• **WHAT YOU HAVE TO DO**:
Copy out every line from the records that includes "listed".

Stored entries
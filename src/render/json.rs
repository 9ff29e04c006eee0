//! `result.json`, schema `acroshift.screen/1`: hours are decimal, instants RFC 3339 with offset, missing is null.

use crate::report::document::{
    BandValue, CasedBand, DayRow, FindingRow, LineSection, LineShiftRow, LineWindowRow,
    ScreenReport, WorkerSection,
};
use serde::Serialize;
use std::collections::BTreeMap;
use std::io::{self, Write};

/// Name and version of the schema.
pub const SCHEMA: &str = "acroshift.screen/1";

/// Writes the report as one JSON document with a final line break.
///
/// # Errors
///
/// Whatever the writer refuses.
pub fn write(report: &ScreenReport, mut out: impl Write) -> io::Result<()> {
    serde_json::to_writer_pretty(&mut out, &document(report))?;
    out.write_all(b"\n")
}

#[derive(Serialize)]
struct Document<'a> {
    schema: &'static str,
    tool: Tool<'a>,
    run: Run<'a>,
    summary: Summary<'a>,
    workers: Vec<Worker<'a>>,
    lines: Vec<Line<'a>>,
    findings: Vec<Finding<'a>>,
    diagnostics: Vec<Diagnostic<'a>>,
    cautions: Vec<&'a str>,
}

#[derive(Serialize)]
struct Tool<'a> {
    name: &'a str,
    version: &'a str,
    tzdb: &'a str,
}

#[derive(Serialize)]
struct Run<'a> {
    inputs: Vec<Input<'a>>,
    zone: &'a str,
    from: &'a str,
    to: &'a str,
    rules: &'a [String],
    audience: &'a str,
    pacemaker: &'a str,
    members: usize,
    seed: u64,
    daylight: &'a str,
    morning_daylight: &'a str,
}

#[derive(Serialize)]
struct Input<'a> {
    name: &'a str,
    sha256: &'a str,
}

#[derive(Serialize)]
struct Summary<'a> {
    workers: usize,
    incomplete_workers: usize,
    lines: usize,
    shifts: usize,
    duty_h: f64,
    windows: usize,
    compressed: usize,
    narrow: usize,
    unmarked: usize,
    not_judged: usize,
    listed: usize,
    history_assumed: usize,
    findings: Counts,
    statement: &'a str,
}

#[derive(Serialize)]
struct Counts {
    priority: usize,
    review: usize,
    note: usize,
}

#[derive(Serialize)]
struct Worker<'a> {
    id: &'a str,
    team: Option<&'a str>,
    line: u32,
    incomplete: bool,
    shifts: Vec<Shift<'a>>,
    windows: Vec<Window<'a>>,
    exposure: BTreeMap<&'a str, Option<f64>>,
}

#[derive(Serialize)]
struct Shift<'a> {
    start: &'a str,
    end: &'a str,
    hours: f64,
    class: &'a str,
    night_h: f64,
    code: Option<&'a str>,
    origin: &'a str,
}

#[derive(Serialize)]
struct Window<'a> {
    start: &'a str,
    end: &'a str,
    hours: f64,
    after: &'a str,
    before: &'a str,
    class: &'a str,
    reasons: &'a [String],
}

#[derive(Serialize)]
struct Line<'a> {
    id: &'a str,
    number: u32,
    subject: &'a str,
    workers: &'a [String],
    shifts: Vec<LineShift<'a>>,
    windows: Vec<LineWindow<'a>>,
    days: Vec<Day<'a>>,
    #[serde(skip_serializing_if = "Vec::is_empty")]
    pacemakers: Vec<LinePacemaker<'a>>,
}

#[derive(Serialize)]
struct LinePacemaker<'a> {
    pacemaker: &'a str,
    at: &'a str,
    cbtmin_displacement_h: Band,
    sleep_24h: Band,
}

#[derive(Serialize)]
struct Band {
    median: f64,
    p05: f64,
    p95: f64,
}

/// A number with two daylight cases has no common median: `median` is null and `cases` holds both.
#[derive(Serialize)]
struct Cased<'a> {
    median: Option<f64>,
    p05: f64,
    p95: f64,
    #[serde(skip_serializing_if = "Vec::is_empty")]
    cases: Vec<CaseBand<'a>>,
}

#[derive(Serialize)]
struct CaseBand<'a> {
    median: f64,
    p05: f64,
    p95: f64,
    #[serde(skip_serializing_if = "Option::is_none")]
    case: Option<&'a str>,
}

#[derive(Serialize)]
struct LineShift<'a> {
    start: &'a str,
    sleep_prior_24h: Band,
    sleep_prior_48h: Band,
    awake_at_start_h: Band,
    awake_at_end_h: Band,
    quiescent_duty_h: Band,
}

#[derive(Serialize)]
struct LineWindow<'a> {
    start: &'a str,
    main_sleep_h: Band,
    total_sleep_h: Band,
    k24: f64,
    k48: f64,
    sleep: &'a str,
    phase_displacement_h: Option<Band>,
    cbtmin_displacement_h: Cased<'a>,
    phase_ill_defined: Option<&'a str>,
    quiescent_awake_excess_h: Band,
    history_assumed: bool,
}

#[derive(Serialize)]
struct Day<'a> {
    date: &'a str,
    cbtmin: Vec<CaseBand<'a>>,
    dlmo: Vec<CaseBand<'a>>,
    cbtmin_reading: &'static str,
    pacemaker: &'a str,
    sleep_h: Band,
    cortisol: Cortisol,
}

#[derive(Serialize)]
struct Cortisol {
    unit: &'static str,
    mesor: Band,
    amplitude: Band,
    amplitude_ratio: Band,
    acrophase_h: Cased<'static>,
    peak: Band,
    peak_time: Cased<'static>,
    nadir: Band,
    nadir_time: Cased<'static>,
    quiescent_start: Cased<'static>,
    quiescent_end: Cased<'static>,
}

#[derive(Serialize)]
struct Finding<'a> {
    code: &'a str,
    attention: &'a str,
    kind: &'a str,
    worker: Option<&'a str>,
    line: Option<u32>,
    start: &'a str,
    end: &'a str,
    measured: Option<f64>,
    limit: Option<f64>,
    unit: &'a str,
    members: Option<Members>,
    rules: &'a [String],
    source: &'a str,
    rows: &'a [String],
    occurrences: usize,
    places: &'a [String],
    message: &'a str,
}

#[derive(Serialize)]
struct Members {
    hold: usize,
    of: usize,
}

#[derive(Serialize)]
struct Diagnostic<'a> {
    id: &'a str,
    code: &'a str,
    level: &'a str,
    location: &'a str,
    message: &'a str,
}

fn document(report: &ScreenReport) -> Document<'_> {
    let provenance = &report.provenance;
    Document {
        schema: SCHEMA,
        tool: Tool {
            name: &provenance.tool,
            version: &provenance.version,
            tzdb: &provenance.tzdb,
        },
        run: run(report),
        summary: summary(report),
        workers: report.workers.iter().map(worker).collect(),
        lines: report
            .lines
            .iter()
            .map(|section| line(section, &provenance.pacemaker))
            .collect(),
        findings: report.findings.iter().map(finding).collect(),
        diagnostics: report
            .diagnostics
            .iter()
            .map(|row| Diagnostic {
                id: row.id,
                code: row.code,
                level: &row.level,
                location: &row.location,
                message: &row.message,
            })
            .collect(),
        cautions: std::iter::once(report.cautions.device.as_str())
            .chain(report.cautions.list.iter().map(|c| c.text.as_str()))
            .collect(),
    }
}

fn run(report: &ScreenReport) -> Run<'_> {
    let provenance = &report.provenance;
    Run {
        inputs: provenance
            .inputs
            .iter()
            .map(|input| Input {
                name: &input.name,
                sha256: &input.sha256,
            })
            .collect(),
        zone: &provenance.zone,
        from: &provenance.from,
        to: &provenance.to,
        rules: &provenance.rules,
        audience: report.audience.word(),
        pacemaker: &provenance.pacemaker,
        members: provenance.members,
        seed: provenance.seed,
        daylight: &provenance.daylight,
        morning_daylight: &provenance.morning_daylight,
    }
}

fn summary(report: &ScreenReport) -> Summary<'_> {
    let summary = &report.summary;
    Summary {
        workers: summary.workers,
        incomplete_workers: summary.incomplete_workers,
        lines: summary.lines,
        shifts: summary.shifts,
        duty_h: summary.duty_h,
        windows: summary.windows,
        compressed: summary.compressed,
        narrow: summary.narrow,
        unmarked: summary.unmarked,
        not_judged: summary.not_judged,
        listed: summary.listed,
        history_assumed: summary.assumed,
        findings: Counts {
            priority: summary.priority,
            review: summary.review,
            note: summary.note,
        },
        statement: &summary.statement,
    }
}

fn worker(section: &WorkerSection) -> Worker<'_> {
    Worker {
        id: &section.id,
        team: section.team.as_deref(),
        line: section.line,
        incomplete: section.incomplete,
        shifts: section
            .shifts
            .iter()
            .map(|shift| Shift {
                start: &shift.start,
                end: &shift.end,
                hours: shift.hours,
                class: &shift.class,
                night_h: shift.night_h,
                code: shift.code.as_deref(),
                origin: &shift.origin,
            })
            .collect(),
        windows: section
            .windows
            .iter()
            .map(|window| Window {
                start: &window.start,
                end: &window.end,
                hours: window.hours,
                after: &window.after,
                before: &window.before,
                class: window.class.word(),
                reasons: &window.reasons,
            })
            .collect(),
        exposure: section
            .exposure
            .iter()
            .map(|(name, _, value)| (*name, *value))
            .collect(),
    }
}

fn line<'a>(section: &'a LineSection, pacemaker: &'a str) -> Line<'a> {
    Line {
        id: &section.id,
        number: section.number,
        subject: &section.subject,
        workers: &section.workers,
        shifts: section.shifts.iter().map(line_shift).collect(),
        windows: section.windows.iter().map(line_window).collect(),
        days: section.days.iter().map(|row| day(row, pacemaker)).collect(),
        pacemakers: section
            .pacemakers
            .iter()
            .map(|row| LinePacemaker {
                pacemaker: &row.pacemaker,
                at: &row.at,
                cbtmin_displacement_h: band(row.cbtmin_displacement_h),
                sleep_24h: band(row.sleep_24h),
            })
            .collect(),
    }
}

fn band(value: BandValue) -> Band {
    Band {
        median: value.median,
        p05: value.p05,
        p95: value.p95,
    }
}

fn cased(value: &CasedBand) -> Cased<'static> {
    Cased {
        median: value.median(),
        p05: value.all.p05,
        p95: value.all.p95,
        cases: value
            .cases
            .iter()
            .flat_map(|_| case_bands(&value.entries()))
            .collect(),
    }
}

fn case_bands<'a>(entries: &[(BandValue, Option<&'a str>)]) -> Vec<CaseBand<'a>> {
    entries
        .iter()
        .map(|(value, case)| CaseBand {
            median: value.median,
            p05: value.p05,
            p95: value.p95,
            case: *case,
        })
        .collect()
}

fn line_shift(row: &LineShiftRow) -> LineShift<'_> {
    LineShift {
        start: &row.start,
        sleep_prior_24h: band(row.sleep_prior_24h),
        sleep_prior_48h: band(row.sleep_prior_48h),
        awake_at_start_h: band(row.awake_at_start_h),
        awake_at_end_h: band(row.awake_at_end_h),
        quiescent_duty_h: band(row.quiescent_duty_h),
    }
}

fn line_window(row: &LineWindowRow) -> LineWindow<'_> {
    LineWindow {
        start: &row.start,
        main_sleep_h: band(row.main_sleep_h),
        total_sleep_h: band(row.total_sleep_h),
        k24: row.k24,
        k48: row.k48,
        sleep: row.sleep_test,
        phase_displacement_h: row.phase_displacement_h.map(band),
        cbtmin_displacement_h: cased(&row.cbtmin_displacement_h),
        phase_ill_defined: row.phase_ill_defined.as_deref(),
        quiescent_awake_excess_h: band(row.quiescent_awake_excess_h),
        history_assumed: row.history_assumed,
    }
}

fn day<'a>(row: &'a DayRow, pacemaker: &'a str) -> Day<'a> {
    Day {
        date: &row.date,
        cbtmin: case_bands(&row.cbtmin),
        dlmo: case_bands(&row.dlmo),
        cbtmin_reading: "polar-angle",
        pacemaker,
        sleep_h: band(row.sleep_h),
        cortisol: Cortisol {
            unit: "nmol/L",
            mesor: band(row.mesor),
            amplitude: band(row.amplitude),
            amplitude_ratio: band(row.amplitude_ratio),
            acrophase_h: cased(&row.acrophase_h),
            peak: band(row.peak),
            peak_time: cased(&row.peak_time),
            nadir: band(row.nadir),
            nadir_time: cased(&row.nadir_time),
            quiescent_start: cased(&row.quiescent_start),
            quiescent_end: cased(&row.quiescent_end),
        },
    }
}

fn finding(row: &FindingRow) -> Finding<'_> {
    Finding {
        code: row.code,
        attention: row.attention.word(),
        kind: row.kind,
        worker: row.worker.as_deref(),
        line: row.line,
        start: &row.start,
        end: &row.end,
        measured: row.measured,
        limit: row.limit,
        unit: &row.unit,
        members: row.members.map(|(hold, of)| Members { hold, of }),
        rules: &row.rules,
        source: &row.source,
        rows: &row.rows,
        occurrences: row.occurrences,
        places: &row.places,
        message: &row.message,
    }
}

• **ANSWER SECTION**:
    listed: usize,
        listed: summary.listed,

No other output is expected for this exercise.